Regionalism as redefined by the Obama regime is more radical and involves not just other regional jurisdictions, but the federal government. The key elements of one proposed rule are federal data collection, federal diversity objectives and federal purse strings. The new rule, to be issued by the Department of Housing and Urban Development (HUD), is described in a WaPo opinion piece by Marc A. Thiessen, “Obama wants to reengineer your neighborhood“:
“Under Obama’s proposed rule, the federal government will collect massive amounts of data on the racial, ethnic and socioeconomic makeup of thousands of local communities, looking for signs of ‘disparities by race, color, religion, sex, familial status, national origin, or disability in access to community assets.’ Then the government will target communities with results it doesn’t like and use billions of dollars in federal grant money to bribe or blackmail them into changing their zoning and housing policies.“
The clause “...in access to community assets” is subject to broad interpretation. As Thiessen notes later, housing and lending discrimination are already prohibited on all of the bases listed above. However, this rule has socioeconomic implications apart from the protected classes. The rule may well hold a community responsible for the aggregate disparate impact of what HUD calls “… the operation of housing markets, [and] investment choices by holders of capital.” The upshot is that a community could be penalized if HUD determines that private builders, developers and investors offer insufficient units of affordable housing within its borders.
By what standard will any such disparate impact be judged? A group’s non-representation within the borders of a subject community would frequently obviate the rule. Clearly, the reference area for any single community would have to encompass a larger regional geography, but that is likely to be decided by federal regulators. The scheme will become very arbitrary if regulators have much flexibility on a case-by-case basis.

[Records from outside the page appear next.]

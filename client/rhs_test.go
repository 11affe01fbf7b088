package client_test

import (
	"context"
	"math"
	"testing"

	"github.com/residua/residua/api"
	"github.com/residua/residua/client"
	"github.com/residua/residua/solve"
	"github.com/residua/residua/sparse/stencil"
)

// TestSeveralRHS solves one matrix for three different right-hand sides in
// one request, with a chunk size that splits each solution over several
// messages, and checks that solution k belongs to b_k: its true residual
// ‖b_k − A·x_k‖/‖b_k‖, recomputed here by a plain loop over the CSR arrays,
// meets the requested tolerance (krylov.Settings' stopping test on the true
// residual, with 1% for the order of this sum), and the result for k says
// it is for right-hand side k. A solution filed under the wrong index fails
// the residual, since the three b differ in every entry's sign pattern.
func TestSeveralRHS(t *testing.T) {
	c := server(t, api.Config{}, client.WithChunkSize(1000))
	ctx := context.Background()
	a := stencil.Poisson2D(24)
	m, err := c.UploadCSR(ctx, a, "p24")
	if err != nil {
		t.Fatal(err)
	}
	bs := make([][]float64, 3)
	for k := range bs {
		bs[k] = make([]float64, a.Rows)
		for i := range bs[k] {
			bs[k][i] = math.Sin(float64((k+1)*(i+1))) + float64(k)
		}
	}
	const rtol = 1e-8
	out, err := c.Solve(ctx, client.SolveRequest{MatrixID: m.GetId(), B: bs, Request: solve.Request{Preconditioner: "jacobi", RelTol: rtol}}, nil)
	if err != nil {
		t.Fatal(err)
	}
	if len(out.X) != len(bs) || len(out.Results) != len(bs) {
		t.Fatalf("%d solutions and %d results for %d right-hand sides", len(out.X), len(out.Results), len(bs))
	}
	for k, b := range bs {
		x := out.X[k]
		if len(x) != a.Rows {
			t.Errorf("solution %d has %d entries, want %d", k, len(x), a.Rows)
			continue
		}
		if r := out.Results[k]; r.RHSIndex != k || !r.Converged {
			t.Errorf("result %d: for right-hand side %d, converged %v", k, r.RHSIndex, r.Converged)
		}
		var rr, bb float64
		for i := range a.Rows {
			s := b[i]
			for p := a.RowPtr[i]; p < a.RowPtr[i+1]; p++ {
				s -= a.Val[p] * x[a.ColIdx[p]]
			}
			rr += s * s
			bb += b[i] * b[i]
		}
		if rel := math.Sqrt(rr / bb); rel > 1.01*rtol {
			t.Errorf("solution %d: ‖b − A·x‖/‖b‖ = %.3g > %g", k, rel, rtol)
		}
	}
}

I have been a critic of zoning laws and other local building restrictions that artificially restrict the supply of housing and inflate housing costs. It is possible that the HUD rule would weaken such restrictions, but it is more likely that local communities would leave those rules largely intact and instead carve out affordable housing “districts”. They might even find it convenient to do so via eminent domain. In any case, I do not support the kind of federal oversight and control of local communities envisioned by the Obama Administration.
Obama regionalism is much broader than the new HUD rule. Stanley Kurtz warned of this encroachment two years ago in “Regionalism: Obama’s Quiet Anti-Suburban Revolution“, and in an earlier book on the threat of Obama regionalism to American suburbs. The new HUD rule:
“… is part of a broader suite of initiatives designed to block suburban development, press Americans into hyper-dense cities, and force us out of our cars. Government-mandated ethnic and racial diversification plays a role in this scheme, yet the broader goal is forced ‘economic integration.’ The ultimate vision is to make all neighborhoods more or less alike, turning traditional cities into ultra-dense Manhattans, while making suburbs look more like cities do now. In this centrally-planned utopia, steadily increasing numbers will live cheek-by-jowl in ‘stack and pack’ high-rises close to public transportation, while automobiles fall into relative disuse.“
Much of Kurtz’s focus is on the San Francisco region’s “Plan Bay Area”. Under the guise of “sustainable development”, this initiative limits new development in the Bay Area, restricts new single-family home construction, and shoe-horns new housing and business expansion into districts near transportation hubs. Kurtz also discusses a 2012 award to Plan Bay Area of a “Sustainable Communities Grant” by the Obama Administration. The rules surrounding the use of such grants contribute to the further politicization of local development.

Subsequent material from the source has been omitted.